Thanks. My camera skill still needs some work tbh!



Trip tdi said:


> The civic type r looks stunning, one of my favourite cars, and in the best colour as well.


Thanks mate. I have an ep3 in milano red, which I love to bits, but wanted nighthawk black at the time....



shaunwistow said:


> Lovely work on that spaceship. The DA is coming out on mine over the weekend.


Cheers Shaun. get grafting with the DA! It's very gloomy here this wkend though


----------



## Maxwell1 (Jun 11, 2012)

Hi Mike. I have this exact same car which has never been machine polished . Please can you tell me what pads you used for polishing and what final coatings you gave it?

I'm new to this and am yet to buy all the stuff I need so any help is much appreciated!
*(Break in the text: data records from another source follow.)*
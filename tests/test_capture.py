"""Capture of served rows: every row of picks (JSON, .npy and shared-memory bodies) and every step
of continuations on a real ``keepset serve``, checked column by column against the answers and
replayed through the sampler to the same tokens; the sampling rate against the binomial
distribution; the per-client disk bound; restarts; a full queue and a failing disk; the
routes.yaml rule and the setting."""

from __future__ import annotations

import json
import logging
import os
import re
import time
from concurrent.futures import ThreadPoolExecutor
from dataclasses import dataclass
from pathlib import Path
from typing import Any

import httpx
import numpy as np
import numpy.typing as npt
import pytest
import yaml
from conftest import Server, auth, in_process, start_server, stop_server
from prometheus_client import REGISTRY
from scipy.stats import binom

from service.app import create_app
from service.capture import Capture, Origin
from service.model import Model
from service.model.runner import BUNDLED
from service.npy import to_npy
from service.registry import load_registry
from service.routing import CaptureRule
from service.sampling import pick
from service.settings import Settings
from service.shards import SOURCE_CONTINUE, SOURCE_PICK, SUFFIX, read_shard, shard_files

V = 300
EVERY_ROW = {"rate": 1.0, "max_mb": 50}


def with_capture(registry: Path, rules: dict[str, dict[str, Any]]) -> None:
    """Add capture rules to clients of the registry copy's routes.yaml."""
    path = registry / "routes.yaml"
    data = yaml.safe_load(path.read_text())
    for client, rule in rules.items():
        data["clients"][client]["capture"] = rule
    path.write_text(yaml.safe_dump(data))


def half_exact(shape: tuple[int, ...], seed: int) -> npt.NDArray[np.float32]:
    """float32 logits that float16 holds exactly, so that a captured row is the served row."""
    rng = np.random.default_rng(seed)
    return (rng.standard_normal(shape) * 3).astype(np.float16).astype(np.float32)


@dataclass
class Row:
    """One captured row, flattened from its shard."""

    file: Path
    client: str
    logits: npt.NDArray[np.float16]
    history: list[int]
    seed: int
    stream: int
    source: int
    request_id: str
    policy: str
    arm: str
    version: int
    token: int
    kept: int
    entropy: float
    kept_mass: float
    prob: float
    logprob: float
    fallback: str
    time: float


def captured(folder: Path) -> list[Row]:
    """Every row of every shard under ``folder``; read_shard checks each file whole."""
    rows = []
    for path in shard_files(folder):
        shard = read_shard(path)
        assert shard.client == path.parent.name
        for i in range(shard.rows):
            rows.append(
                Row(
                    file=path,
                    client=shard.client,
                    logits=shard.logits[i],
                    history=shard.history_of(i),
                    seed=int(shard.seed[i]),
                    stream=int(shard.stream[i]),
                    source=int(shard.source[i]),
                    request_id=str(shard.request_id[i]),
                    policy=str(shard.policy[i]),
                    arm=str(shard.arm[i]),
                    version=int(shard.version[i]),
                    token=int(shard.token[i]),
                    kept=int(shard.kept[i]),
                    entropy=float(shard.entropy[i]),
                    kept_mass=float(shard.kept_mass[i]),
                    prob=float(shard.prob[i]),
                    logprob=float(shard.logprob[i]),
                    fallback=str(shard.fallback[i]),
                    time=float(shard.time[i]),
                )
            )
    return rows


def leftovers(folder: Path) -> list[Path]:
    """Anything under ``folder`` that is not a finished shard (temporary files, strays)."""
    return [
        p
        for p in folder.rglob("*")
        if p.is_file() and (p.name.startswith(".") or not p.name.endswith(SUFFIX))
    ]


def metric(server: Server, name: str, **labels: str) -> float:
    """The sum of a metric's samples whose labels include ``labels``."""
    text = httpx.get(f"{server.base_url}/metrics", timeout=5).text
    total = 0.0
    for line in text.splitlines():
        if line.startswith(name + "{") and all(f'{k}="{v}"' in line for k, v in labels.items()):
            total += float(line.rsplit(" ", 1)[1])
    return total


@pytest.fixture
def capture_dir(tmp_path: Path) -> Path:
    folder = tmp_path / "capture"
    folder.mkdir()
    return folder


def json_pick(server: Server, client: str, **body: Any) -> dict[str, Any]:
    r = httpx.post(f"{server.base_url}/v1/pick", json=body, headers=auth(client), timeout=30)
    assert r.status_code == 200, r.text
    answer: dict[str, Any] = r.json()
    return answer


def npy_pick(
    server: Server, client: str, logits: np.ndarray, params: dict[str, Any]
) -> dict[str, Any]:
    headers = {**auth(client), "Content-Type": "application/x-npy"}
    r = httpx.post(
        f"{server.base_url}/v1/pick", content=to_npy(logits), params=params, headers=headers
    )
    assert r.status_code == 200, r.text
    answer: dict[str, Any] = r.json()
    return answer


# -- every row, column by column, replayed ---------------------------------------------------


@dataclass
class Sent:
    client: str
    logits: npt.NDArray[np.float32]
    history: list[list[int]]
    answer: dict[str, Any]
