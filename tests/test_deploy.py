"""The deployment files against the outside world and against the project: the Kubernetes
manifests validate against the Kubernetes API schema (kubernetes-validate's bundled copy), and
every setting, path, port and file they name is one keepset really has."""

from __future__ import annotations

import re
import tomllib
from pathlib import Path
from typing import Any

import kubernetes_validate
import pytest
import yaml
from conftest import ROOT

from service.app import create_app
from service.settings import Settings

MANIFESTS = ROOT / "deploy" / "kubernetes" / "keepset.yaml"
CONTAINERFILE = ROOT / "deploy" / "container" / "Containerfile"
KUBERNETES_VERSION = "1.30.0"


def documents() -> list[dict[str, Any]]:
    return [d for d in yaml.safe_load_all(MANIFESTS.read_text()) if d]


def of_kind(kind: str) -> dict[str, Any]:
    (found,) = [d for d in documents() if d["kind"] == kind]
    return found


def container() -> dict[str, Any]:
    (keepset,) = of_kind("Deployment")["spec"]["template"]["spec"]["containers"]
    return dict(keepset)


@pytest.mark.parametrize("kind", ["Secret", "Deployment", "Service"])
def test_manifests_validate_against_the_kubernetes_schema(kind: str) -> None:
    kubernetes_validate.validate(of_kind(kind), KUBERNETES_VERSION, strict=True)


def setting_names(names: list[str]) -> set[str]:
    return {n.removeprefix("KEEPSET_").lower() for n in names if n.startswith("KEEPSET_")}


def test_every_variable_is_a_keepset_setting() -> None:
    env = [e["name"] for e in container()["env"]]
    image_env = re.findall(r"\b(KEEPSET_[A-Z_]+)=", CONTAINERFILE.read_text())
    assert env and image_env
    unknown = (setting_names(env) | setting_names(image_env)) - set(Settings.model_fields)
    assert not unknown, unknown


def test_probes_ports_and_keys_match_the_service() -> None:
    paths = {getattr(r, "path", None) for r in create_app(Settings(reload_poll_seconds=0)).routes}
    spec = container()
    for probe in ("readinessProbe", "livenessProbe", "startupProbe"):
        assert spec[probe]["httpGet"]["path"] in paths
    assert spec["readinessProbe"]["httpGet"]["path"] == "/readyz"
    port = Settings.model_fields["port"].default
    assert spec["ports"][0]["containerPort"] == port
    assert of_kind("Service")["spec"]["ports"][0]["port"] == port
    assert f"EXPOSE {port}" in CONTAINERFILE.read_text()
    # The keys file the pods mount is where KEEPSET_KEYS points, and holds the demo hashes.
    env = {e["name"]: e["value"] for e in spec["env"]}
    mount = {m["name"]: m["mountPath"] for m in spec["volumeMounts"]}["keys"]
    keys_file = next(iter(of_kind("Secret")["stringData"]))
    assert env["KEEPSET_KEYS"] == f"{mount}/{keys_file}"
    secret_keys = yaml.safe_load(of_kind("Secret")["stringData"][keys_file])
    assert secret_keys == yaml.safe_load((ROOT / "deploy" / "demo-keys.yaml").read_text())


def test_the_grace_period_covers_the_drain_and_the_shutdown() -> None:
    env = {e["name"]: e["value"] for e in container()["env"]}
    pod = of_kind("Deployment")["spec"]["template"]["spec"]
    drain = float(env.get("KEEPSET_DRAIN_SECONDS", Settings.model_fields["drain_seconds"].default))
    shutdown = float(
        env.get("KEEPSET_SHUTDOWN_SECONDS", Settings.model_fields["shutdown_seconds"].default)
    )
    # A few seconds over: the kubelet's SIGKILL must never cut a stream the drain let finish.
    assert pod["terminationGracePeriodSeconds"] >= drain + shutdown + 3


def test_containerfile_copies_what_exists_and_runs_the_cli() -> None:
    text = CONTAINERFILE.read_text()
    sources = [
        part
        for line in text.splitlines()
        if line.startswith("COPY ") and "--from=" not in line
        for part in line.split()[1:-1]
    ]
    assert sources
    for source in sources:
        assert (ROOT / source).exists(), source
    scripts = tomllib.loads((ROOT / "pyproject.toml").read_text())["project"]["scripts"]
    command = re.search(r'^CMD \["([^"]+)", "([^"]+)"\]', text, re.MULTILINE)
    assert command is not None and command[1] in scripts and command[2] == "serve"
    user = re.search(r"^USER (\d+)$", text, re.MULTILINE)
    run_as = of_kind("Deployment")["spec"]["template"]["spec"]["securityContext"]["runAsUser"]
    assert user is not None and int(user[1]) == run_as


def test_readme_points_at_the_deploy_files() -> None:
    readme = (ROOT / "README.md").read_text()
    for path in (MANIFESTS, CONTAINERFILE):
        assert str(path.relative_to(ROOT)) in readme
    assert Path(ROOT / "deploy" / "demo-keys.yaml").exists()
Thanks.


----------



## Deeper Detail (Oct 31, 2010)

Maxwell1 said:


> Hi Mike. I have this exact same car which has never been machine polished . Please can you tell me what pads you used for polishing and what final coatings you gave it?
> 
> I'm new to this and am yet to buy all the stuff I need so any help is much appreciated! Thanks.


Hi Maxwell. For standard Honda paint I tend to go with Yellow 3m pads and extra fine plus (3m) for the majority, and scholl S17+ for deeper marks all with a rotary. For finishing down with a finer polish something like menz final finish on a blue 3m pad, usually by DA as Honda paint is prone to leaving holograms with a rotary.

Another alternative is the megs micro fibre system by DA so you don't have to have 2 machines


----------



## Stevesuds (Jun 11, 2012)

Wow.. What a finish. Thanks for the info on the pads etc. I have the same car so very usefull:thumb:


----------



## deni2 (May 4, 2011)

Top work on CTR, :thumb:.


----------



## President Swirl (Oct 23, 2011)

Amazing finish mate, great work.


----------



## B17BLG (Jun 26, 2012)

amazing how different a car can look under those spot lamps!!


----------



## PABLO1977 (Feb 26, 2011)

Great work as usual mate.

And the DD-CC is still holding up on mine thanks, applied another coat a couple of weeks ago to top it up and it still looks just as fresh after a quick wash and QD.


----------



## Deeper Detail (Oct 31, 2010)

Stevesuds said:


> Wow.. What a finish. Thanks for the info on the pads etc. I have the same car so very usefull:thumb:


Thank you for the comment and no probs on the info


deni2 said:


> Top work on CTR, :thumb:.


Thanks deny :thumb:


President Swirl said:


> Amazing finish mate, great work.


Cheers mate


B17BLG said:


> amazing how different a car can look under those spot lamps!!


They do show the imperfections  


PABLO1977 said:


> Great work as usual mate.
> 
> And the DD-CC is still holding up on mine thanks, applied another coat a couple of weeks ago to top it up and it still looks just as fresh after a quick wash and QD.


Cheers Paul, much appreciated, glad the wax is still doing well :thumb:


----------